SEATTLE — This was baseball in the future perfect tense: Julio Rodríguez, the youngest and the best player on the Seattle Mariners, coming to the plate to save the season. It had to be Rodríguez, didn’t it? The phenom would propel them.

One game before, in Houston, Rodríguez had come to bat in the same situation — one out to spare — and ripped a double. The Astros won, anyway, but that was in a conventional game. This was twice as excruciating: bottom of the 18th inning and still no runs for the home team.

Ten innings earlier, Rodríguez had smashed the hardest hit of the day, a 112 mile-an-hour laser off the left-field wall for a double. Even Jeremy Peña’s home run on Saturday, off Penn Murfee in the top of the 18th, was not quite as forceful.

But it was more effective, and Rodríguez could not match it, punching a harmless flyout to center off Luis Garcia, ending the game, 1-0, and sending the Astros to their sixth consecutive American League Championship Series.

Peña — who had two-out hits before both of Yordan Alvarez’s homers in Houston — has rewarded the Astros’ faith in giving him the shortstop job after letting Carlos Correa leave as a free agent.

“Boy, he’s been a godsend to us, especially since we lost Carlos, because this could have been a disastrous situation had he not performed the way he has,” Astros Manager Dusty Baker said. “And he’s only getting better.”

The Mariners believe they are, too. Their 20-season playoff absence had been the longest active streak in baseball, and they have no plans to start a new one.

“I feel like this is just the beginning for all of us,” said Rodríguez, 21, who held his bat all the way to the bench after the final out. “We’re definitely going to keep on going and we’re going to be back.”

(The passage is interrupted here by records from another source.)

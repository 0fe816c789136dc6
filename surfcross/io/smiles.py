"""Start geometries from SMILES (optional; needs RDKit, extra ``smiles``).

The 3-D structure comes from RDKit's distance-geometry embedding with a fixed random seed
(the same SMILES always gives the same start geometry) followed by a force-field cleanup
(MMFF94 where it has parameters, UFF otherwise). It is a *start* geometry only: optimize it
with the method you use before trusting anything computed at it.
"""

from __future__ import annotations

import logging

from ..errors import InputError
from ..geometry import Geometry

__all__ = ["EMBED_SEED", "geometry_from_smiles"]

log = logging.getLogger(__name__)

#: random seed of the 3-D embedding
EMBED_SEED = 61453


def _rdkit():
    try:
        from rdkit import Chem, RDLogger
        from rdkit.Chem import AllChem
    except ImportError:
        raise InputError("a SMILES start needs RDKit, which is not installed: "
                         "install surfcross[smiles] (pip install 'surfcross[smiles]') or give "
                         "an XYZ geometry") from None
    RDLogger.DisableLog("rdApp.*")  # parse errors are reported by us, in one line
    return Chem, AllChem


def geometry_from_smiles(smiles: str, *, spin: int | None = None, seed: int = EMBED_SEED,
                         title: str | None = None) -> Geometry:
    """3-D geometry (hydrogens added) of a SMILES string.

    Parameters
    ----------
    smiles
        The SMILES text; formal charges in it set the total charge.
    spin
        2S; default: the number of radical electrons RDKit finds (0 for ordinary molecules).
    seed
        Random seed of the embedding.
    title
        Title of the geometry (default: the SMILES).

    Raises
    ------
    InputError
        RDKit missing, invalid SMILES, or no 3-D embedding found.
    """
    Chem, AllChem = _rdkit()
    text = str(smiles).strip()
    mol = Chem.MolFromSmiles(text) if text else None
    if mol is None:
        raise InputError(f"invalid SMILES {smiles!r}: RDKit cannot read it (check brackets, "
                         "ring closures and valences)")
    charge = Chem.GetFormalCharge(mol)
    radicals = sum(atom.GetNumRadicalElectrons() for atom in mol.GetAtoms())
    mol = Chem.AddHs(mol)
    params = AllChem.ETKDGv3()
    params.randomSeed = int(seed)
    if AllChem.EmbedMolecule(mol, params) != 0:
        raise InputError(f"RDKit found no 3-D structure for SMILES {smiles!r}; give an XYZ "
                         "geometry instead")
    if AllChem.MMFFHasAllMoleculeParams(mol):
        AllChem.MMFFOptimizeMolecule(mol, maxIters=2000)
        field = "MMFF94"
    else:
        AllChem.UFFOptimizeMolecule(mol, maxIters=2000)
        field = "UFF"
    log.debug("SMILES %s embedded (seed %d) and cleaned with %s", text, seed, field)
    coords = mol.GetConformer().GetPositions()
    symbols = [atom.GetSymbol() for atom in mol.GetAtoms()]
    return Geometry.from_angstrom(symbols, coords, charge=charge,
                                  spin=radicals if spin is None else spin,
                                  title=title if title is not None else text)
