"""The run directory: one folder per task holding its complete record.

Files (see DEVELOPERS.md, "Run directories and checkpoints")::

    result.json      machine-readable outcome (keys: io.results.RESULT_KEYS and more)
    trajectory.xyz   accepted geometries, one XYZ frame per step
    final.xyz        the last geometry
    checkpoint.h5    task, settings, history, latest optimizer state (for resume)
    report.md        human-readable report
    energies.png ... plots, when matplotlib is installed
    pyscf.log        PySCF's own output

Typical use by a task::

    run = RunDirectory.create(args.out, input_name="water.xyz", task="relax")
    run.save_task(spec, settings)
    result = optimizer.run(..., observers=run.observers())
    run.finish(result_dict(...), result.geometry, criteria=result.history[-1].criteria)
"""

from __future__ import annotations

import logging
import os
import re
from pathlib import Path
from typing import Any, Callable, Mapping, Sequence

from ..errors import InputError
from ..geometry import Geometry
from .checkpoint import CheckpointData, CheckpointWriter, load_checkpoint
from .plots import NO_PLOTS_NOTE, have_matplotlib, history_plots, plot_profile
from .progress import ProgressWriter, settings_lines
from .report import render_report
from .results import complete_result, write_json_atomic
from .trajectory import TrajectoryWriter, trim_trajectory

__all__ = ["RunDirectory", "default_run_name", "discard_unused"]

log = logging.getLogger(__name__)
progress_log = logging.getLogger("surfcross.progress")

RESULT_FILE = "result.json"
TRAJECTORY_FILE = "trajectory.xyz"
FINAL_FILE = "final.xyz"
CHECKPOINT_FILE = "checkpoint.h5"
REPORT_FILE = "report.md"
PYSCF_LOG_FILE = "pyscf.log"
SETTINGS_FILE = "settings.txt"

Observer = Callable[[Any], None]


def default_run_name(input_name: str | os.PathLike, task: str) -> str:
    """'molecules/water.xyz', 'relax' -> 'water_relax' (unsafe characters become '_')."""
    stem = Path(str(input_name)).name
    stem = stem[: -len(Path(stem).suffix)] if Path(stem).suffix else stem
    text = f"{stem}_{task}" if stem else task
    return re.sub(r"[^A-Za-z0-9._-]+", "_", text).strip("._") or "run"


class RunDirectory:
    """A run directory. Build it with :meth:`create` (new run) or :meth:`reopen` (resume)."""

    def __init__(self, path: str | os.PathLike, *, previous: CheckpointData | None = None) -> None:
        self.path = Path(path)
        self.previous = previous
        self._task: dict[str, Any] | None = dict(previous.task) if previous else None
        self._settings: dict[str, Any] | None = dict(previous.settings) if previous else None
        self._checkpoint: CheckpointWriter | None = None
        self._last_frame = -1  # step of the last trajectory frame already on disk

    # ---------------------------------------------------------------- creation
    @classmethod
    def create(cls, out: str | os.PathLike | None, *, input_name: str | os.PathLike = "",
               task: str = "run", parent: str | os.PathLike | None = None) -> "RunDirectory":
        """A new run directory.

        ``out`` given: that folder (created if needed; an existing folder must not already hold
        a run). ``out`` None: a new folder ``<input>_<task>`` in ``parent`` (default the current
        directory), or ``<input>_<task>_2``, ``_3``, ... if taken. Never overwrites a run.
        """
        if out is not None:
            path = Path(out)
            if path.exists() and not path.is_dir():
                raise InputError(f"--out {str(path)!r} is a file, not a directory")
            taken = [f for f in (RESULT_FILE, CHECKPOINT_FILE, TRAJECTORY_FILE) if (path / f).exists()]
            if taken:
                raise InputError(
                    f"{str(path)!r} already holds a run ({taken[0]}); choose another --out, or "
                    f"continue it with 'surfcross resume {path}'")
            path.mkdir(parents=True, exist_ok=True)
            return cls(path)
        base = Path(parent) if parent is not None else Path.cwd()
        base.mkdir(parents=True, exist_ok=True)
        name = default_run_name(input_name, task)
        for n in range(1, 10000):
            path = base / (name if n == 1 else f"{name}_{n}")
            try:
                path.mkdir()  # atomic: fails if another run took the name meanwhile
            except FileExistsError:
                continue
            return cls(path)
        raise InputError(f"could not find a free run directory name for {name!r} in {base}")

    @classmethod
    def reopen(cls, path: str | os.PathLike) -> "RunDirectory":
        """An interrupted run, to resume: loads its checkpoint (CheckpointError if unusable)
        and drops trajectory frames written after it."""
        path = Path(path)
        if not path.is_dir():
            raise InputError(f"{str(path)!r} is not a run directory")
        data = load_checkpoint(path / CHECKPOINT_FILE)
        last = trim_trajectory(path / TRAJECTORY_FILE, data.iteration)
        log.debug("reopened %s at step %d (trajectory up to step %d)", path, data.iteration, last)
        run = cls(path, previous=data)
        run._last_frame = last
        return run

    def child(self, name: str) -> "RunDirectory":
        """A run directory for one task of a job, inside this one (``name`` made file-safe)."""
        safe = re.sub(r"[^A-Za-z0-9._-]+", "_", name).strip("._") or "task"
        return RunDirectory.create(self.path / safe)

    # ---------------------------------------------------------------- file names
    @property
    def result_json(self) -> Path:
        return self.path / RESULT_FILE

    @property
    def trajectory_xyz(self) -> Path:
        return self.path / TRAJECTORY_FILE

    @property
    def final_xyz(self) -> Path:
        return self.path / FINAL_FILE

    @property
    def checkpoint_h5(self) -> Path:
        return self.path / CHECKPOINT_FILE

    @property
    def report_md(self) -> Path:
        return self.path / REPORT_FILE

    @property
    def settings_txt(self) -> Path:
        """Every effective setting of the task, one per line (written by :meth:`save_task`)."""
        return self.path / SETTINGS_FILE

    @property
    def pyscf_log(self) -> Path:
        """File for PySCF's own output (pass to the engine)."""
        return self.path / PYSCF_LOG_FILE

    # ---------------------------------------------------------------- task and observers
    @property
    def task(self) -> dict[str, Any] | None:
        """The saved task definition (after :meth:`save_task`, or from the checkpoint)."""
        return self._task

    @property
    def settings(self) -> dict[str, Any] | None:
        return self._settings

    def save_task(self, spec: Mapping[str, Any], settings: Mapping[str, Any] | None = None) -> None:
        """Store the task definition (kind, states, method dict, options, input geometry) and
        the effective settings in the checkpoint, and write the settings list to
        ``settings.txt`` (never to the terminal: one progress line names the file).

        ``spec`` holds nested dicts, lists, numbers, strings, arrays and Geometry objects.
        """
        self._task = dict(spec)
        self._settings = dict(settings if settings is not None else spec)
        self._writer().set_task(self._task, self._settings)
        text = "\n".join(settings_lines(self._settings,
                                        title=f"{spec.get('kind', 'task')} settings")) + "\n"
        tmp = self.settings_txt.with_name(SETTINGS_FILE + ".partial")
        tmp.write_text(text, encoding="utf-8")
        os.replace(tmp, self.settings_txt)
        progress_log.info("%s: run folder %s (every setting in %s)", spec.get("kind", "task"),
                          self.path, SETTINGS_FILE)

    def _writer(self) -> CheckpointWriter:
        if self._checkpoint is None:
            self._checkpoint = CheckpointWriter(self.checkpoint_h5, task=self._task,
                                                settings=self._settings, previous=self.previous)
        return self._checkpoint

    def observers(self, *, progress: bool = True) -> list[Observer]:
        """Callables for the optimizer, each called with every StepRecord: trajectory writer,
        checkpoint writer, progress lines (in that order, so a kill between the first two
        leaves at most one extra trajectory frame, which :meth:`reopen` removes)."""
        found = [TrajectoryWriter(self.trajectory_xyz, last_step=self._last_frame), self._writer()]
        return found + [ProgressWriter()] if progress else found

    # ---------------------------------------------------------------- the end
    def finish(self, result: Mapping[str, Any], final_geometry: Geometry, *,
               criteria: Sequence[Any] = (), branching: Mapping[str, Any] | None = None,
               reorderings: Sequence[str] = (), sections: Sequence[tuple[str, str]] = (),
               profile: Mapping[str, Any] | None = None) -> dict[str, Any]:
        """Write result.json, final.xyz, report.md and plots. Returns the result as written.

        Parameters
        ----------
        result
            Result dict with the contract keys (see :func:`io.results.result_dict`);
            ``final_xyz`` is set here, missing gap_ev/search/warnings default to null/[].
        final_geometry
            Written to final.xyz.
        criteria, branching, reorderings, sections
            Passed to :func:`io.report.render_report`.
        profile
            For pathway/scan tasks: ``{"x": [...], "curves_ev": {label: [...]},
            "xlabel": "..."}`` drawn as profile.png.
        """
        out = complete_result(result, FINAL_FILE)
        if branching is not None:
            out.setdefault("branching", dict(branching))
        comment = " ".join([f"{out['task']} final"] + [
            f"E_{k}={v:.10f}" for k, v in out["energies_eh"].items()
            if v is not None])
        tmp = self.final_xyz.with_name(FINAL_FILE + ".partial")
        tmp.write_text(final_geometry.to_xyz(comment), encoding="utf-8")
        os.replace(tmp, self.final_xyz)
        plots, notes = self._plots(out, profile)
        write_json_atomic(self.result_json, out)
        text = render_report(out, criteria=criteria, branching=branching, reorderings=reorderings,
                             sections=sections, plots=[p.name for p in plots], notes=notes)
        tmp = self.report_md.with_name(REPORT_FILE + ".partial")
        tmp.write_text(text, encoding="utf-8")
        os.replace(tmp, self.report_md)
        log.info("run record written to %s", self.path)
        return out

    def _plots(self, result: Mapping[str, Any], profile: Mapping[str, Any] | None):
        if not have_matplotlib():
            return [], [NO_PLOTS_NOTE]
        made = []
        if self.checkpoint_h5.exists():
            data = load_checkpoint(self.checkpoint_h5)
            made += history_plots(self.path, data.history, data.state_labels,
                                  data.target_labels)
        if profile is not None:
            out = plot_profile(self.path / "profile.png", profile["x"], profile["curves_ev"],
                               xlabel=profile.get("xlabel", "point"))
            made += [out] if out else []
        return made, []



def discard_unused(path: str | os.PathLike) -> bool:
    """Remove ``path`` if it holds nothing but empty folders, PySCF logs and settings lists.

    Used when bad input stops a command after its run folder was made: no half-empty folder
    is left behind to be mistaken for a run. Returns True when the folder was removed.
    """
    path = Path(path)
    if not path.is_dir():
        return False
    for entry in path.iterdir():
        if entry.is_dir() and not entry.is_symlink():
            if not discard_unused(entry):
                return False
        elif entry.name not in (PYSCF_LOG_FILE, SETTINGS_FILE):
            return False
    for entry in path.iterdir():
        entry.unlink()
    path.rmdir()
    return True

The fans here had waited so long to host the playoffs that, for a while, it seemed the baseball gods had granted them a game that would never end. It was the first postseason game ever to be scoreless through 17 innings, and the Mariners had set a franchise record for strikeouts in a game, with 22.

Rodríguez whiffed three times, but also had the Mariners’ only extra-base hit and stolen base. The last three hitters in their lineup were 1 for 21 with no walks. The afternoon shadows did not help, and neither did the fans holding shoes on their heads for good luck (yes, it’s a thing here).

Nothing worked for the Mariners: not the navy-and-teal towels waving across T-Mobile Park; not a first pitch from their former ace, Félix Hernández; not Macklemore exhorting the fans from a luxury suite; not Mike McCready of Pearl Jam performing the national anthem on electric guitar.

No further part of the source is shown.